In summary, this study developed robust models for higher diagnostic precision in psychiatric disorders. Future efforts will be directed towards multi-omic integration and developing “explainable” diagnostic models.

Graphical Abstract

Abbreviations

ANOVA, Analysis of Variance; AUROC, Area under the Receiver Operating Characteristic curve; CNT, Healthy controls; CPM, Counts per Million; DEG, Differentially Expressed Genes; DGEA, Differential Gene Expression Analysis; DSM-5, Diagnostic and Statistical Manual of Mental Disorders, 5th Edition; GEO, Gene Expression Omnibus; HISAT2, Hierarchical Indexing for Spliced Alignment of Transcripts limma, linear models for microarray data; MCC, Maximal Clique Centrality; ML, Machine learning; PAM, Prediction Analysis of Microarrays; PANSS, Positive And Negative Syndrome Scale; PAST, PAleontological STatistics; PBMCs, Peripheral blood mononuclear cells; PPI, Protein-Protein Interaction; RC, Raw Counts; SCID-5-RV: Structured Clinical Interview for the DSM-5 Research Version; SCZ, Schizophrenia; SD, Standard Deviation; STRING: Search Tool for the Retrieval of Interacting Genes/proteins; SVM, Support Vector Machine; TPM, Transcripts per Million.

Data Sharing Statement

The datasets generated for this study can be found in INDA-CA, INCARP000275.

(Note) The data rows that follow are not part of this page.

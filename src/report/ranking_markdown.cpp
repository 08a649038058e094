// ranking.md: per series, for each scheme and rate, the methods ranked by
// the ranking metric with mean ± sd over replicates of each metric.
#include <cmath>

#include "gapmark/number_format.hpp"
#include "gapmark/report/reporter.hpp"
#include "gapmark/report/table_text.hpp"

namespace gapmark {
namespace {

class RankingMarkdown final : public Reporter {
public:
  std::string file_name() const override { return "ranking.md"; }

  std::string render(const ResultSet& results, const Summary& summary) const override {
    const std::size_t rank_col = results.column_index(results.rank_by);
    const auto& rc = results.columns[rank_col];
    std::string out = "# Ranked fill methods: " + results.context.value("spec_name", std::string("experiment")) + "\n\n";
    out += "Methods are ranked by **" + rc.name + "** (" + direction_words(rc.direction) +
           "). Each cell is the mean ± sd over replicates; the interval is the " +
           short_number(100 * (1 - summary.alpha)) +
           "% Student-t confidence interval of the mean. ✓ marks the methods not distinguishable from "
           "the best at α = " + short_number(summary.alpha) +
           "; *mean rank* is the average of the within-replicate ranks (1 = best). A trial that left "
           "masked points unfilled (partial) or failed counts in *failed*, ranks last in its replicate and is "
           "left out of the means; methods with such trials are listed after those that filled every trial.\n\n";
    out += "Filled values are estimates. A benchmark on synthetic masks can flatter a method when the "
           "real gaps differ; where filled data feed safety decisions, follow the applicable standards "
           "and have a qualified person review the choice.\n";
    std::string current;
    for (const auto& g : summary.groups) {
      if (g.series != current) {
        current = g.series;
        out += "\n## " + g.series + "\n";
      }
      out += "\n### " + g.scheme + " at rate " + format_double(g.rate) + " (" + std::to_string(g.replicates) +
             " replicates)\n\n";
      std::vector<std::string> header{"rank", "method", rc.name, "interval"};
      std::vector<std::size_t> shown;
      for (std::size_t c = 0; c < results.columns.size(); ++c)
        if (c != rank_col && results.columns[c].direction != Direction::None) {
          shown.push_back(c);
          header.push_back(results.columns[c].name);
        }
      header.insert(header.end(), {"mean rank", "tied", "failed"});
      std::vector<std::vector<std::string>> rows;
      for (const auto& m : g.methods) {
        std::vector<std::string> row{std::to_string(m.rank), m.method, mean_sd(m.metrics[rank_col]),
                                     interval(m.metrics[rank_col])};
        for (auto c : shown) row.push_back(mean_sd(m.metrics[c]));
        row.push_back(short_number(m.mean_rank));
        row.push_back(m.tied_with_best ? "✓" : "");
        row.push_back(m.failures ? std::to_string(m.failures) + "/" + std::to_string(m.trials) : "0");
        rows.push_back(std::move(row));
      }
      out += markdown_table(header, rows);
      if (std::isfinite(g.friedman_p))
        out += "\nFriedman test over replicates: χ² = " + short_number(g.friedman_statistic) +
               ", p = " + short_number(g.friedman_p) + ".\n";
    }
    if (!results.warnings.empty()) {
      out += "\n## Warnings\n\n";
      for (const auto& w : results.warnings)
        out += "- **" + w.code + "** (" + w.where + "): " + w.message + ". *" + w.hint + ".*\n";
    }
    return out;
  }
};

const Registration<Reporter> registration{{
    .name = "ranking-md",
    .summary = "ranked tables per series, scheme and rate (Markdown)",
    .params = {},
    .make = [](const ParamValues&) { return std::make_unique<RankingMarkdown>(); },
}};

}  // namespace
}  // namespace gapmark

The R scripts used for the analysis are available on GitHub. (https://github.com/macdlab/2023_VW_SCZ_Ensemble).

Compliance with Ethical Standards

Two independent ethical committees approved the study protocol: the KEM Hospital Research Centre Ethics Committee (KEMHRC ID No. 2001) and Symbiosis International (Deemed University) Independent Ethics Committee (SIU/IEC/99). Written informed consent was obtained from all participants. For participants with schizophrenia, written informed consent was supported by written informed consent of a spouse or a first-degree relative aged 18 and above. Parents, siblings, and children were considered first-degree relatives. Clinical interviews were administered by a trained psychiatrist and a psychologist in private. The diagnosis was confirmed by a senior psychiatrist. The identity of the participants was protected by using a unique identification number. The data collected in the study are securely stored with restricted access. Any data sharing with other researchers will prioritize participant confidentiality, ensuring identities remain undisclosed. All the participants were compensated for their travel and time.

Acknowledgments

We sincerely thank all the participants, their parents, relatives, and caretakers for their time and generous participation in making this project possible. We thank Deepa Raut, phlebotomist KEMHRC for her valuable contribution to the blood collection process. We would also like to thank Paul Tooney (Associate professor, New Castle University, Australia) for sharing data on request. VVW thanks UGC, New Delhi for the research fellowship.

Author Contributions

All authors made a significant contribution to the work reported, whether that is in the conception, study design, execution, acquisition of data, analysis and interpretation, or in all these areas; took part in drafting, revising or critically reviewing the article; gave final approval of the version to be published; have agreed on the journal to which the article has been submitted; and agree to be accountable for all aspects of the work.

Disclosure

The authors state that there is no conflict of interest.

Additional information

Funding

The study was funded by an intramural research grant (MjRP/19-20/1516) from Symbiosis Centre for Research & Innovation (SCRI), SIU, Pune, India.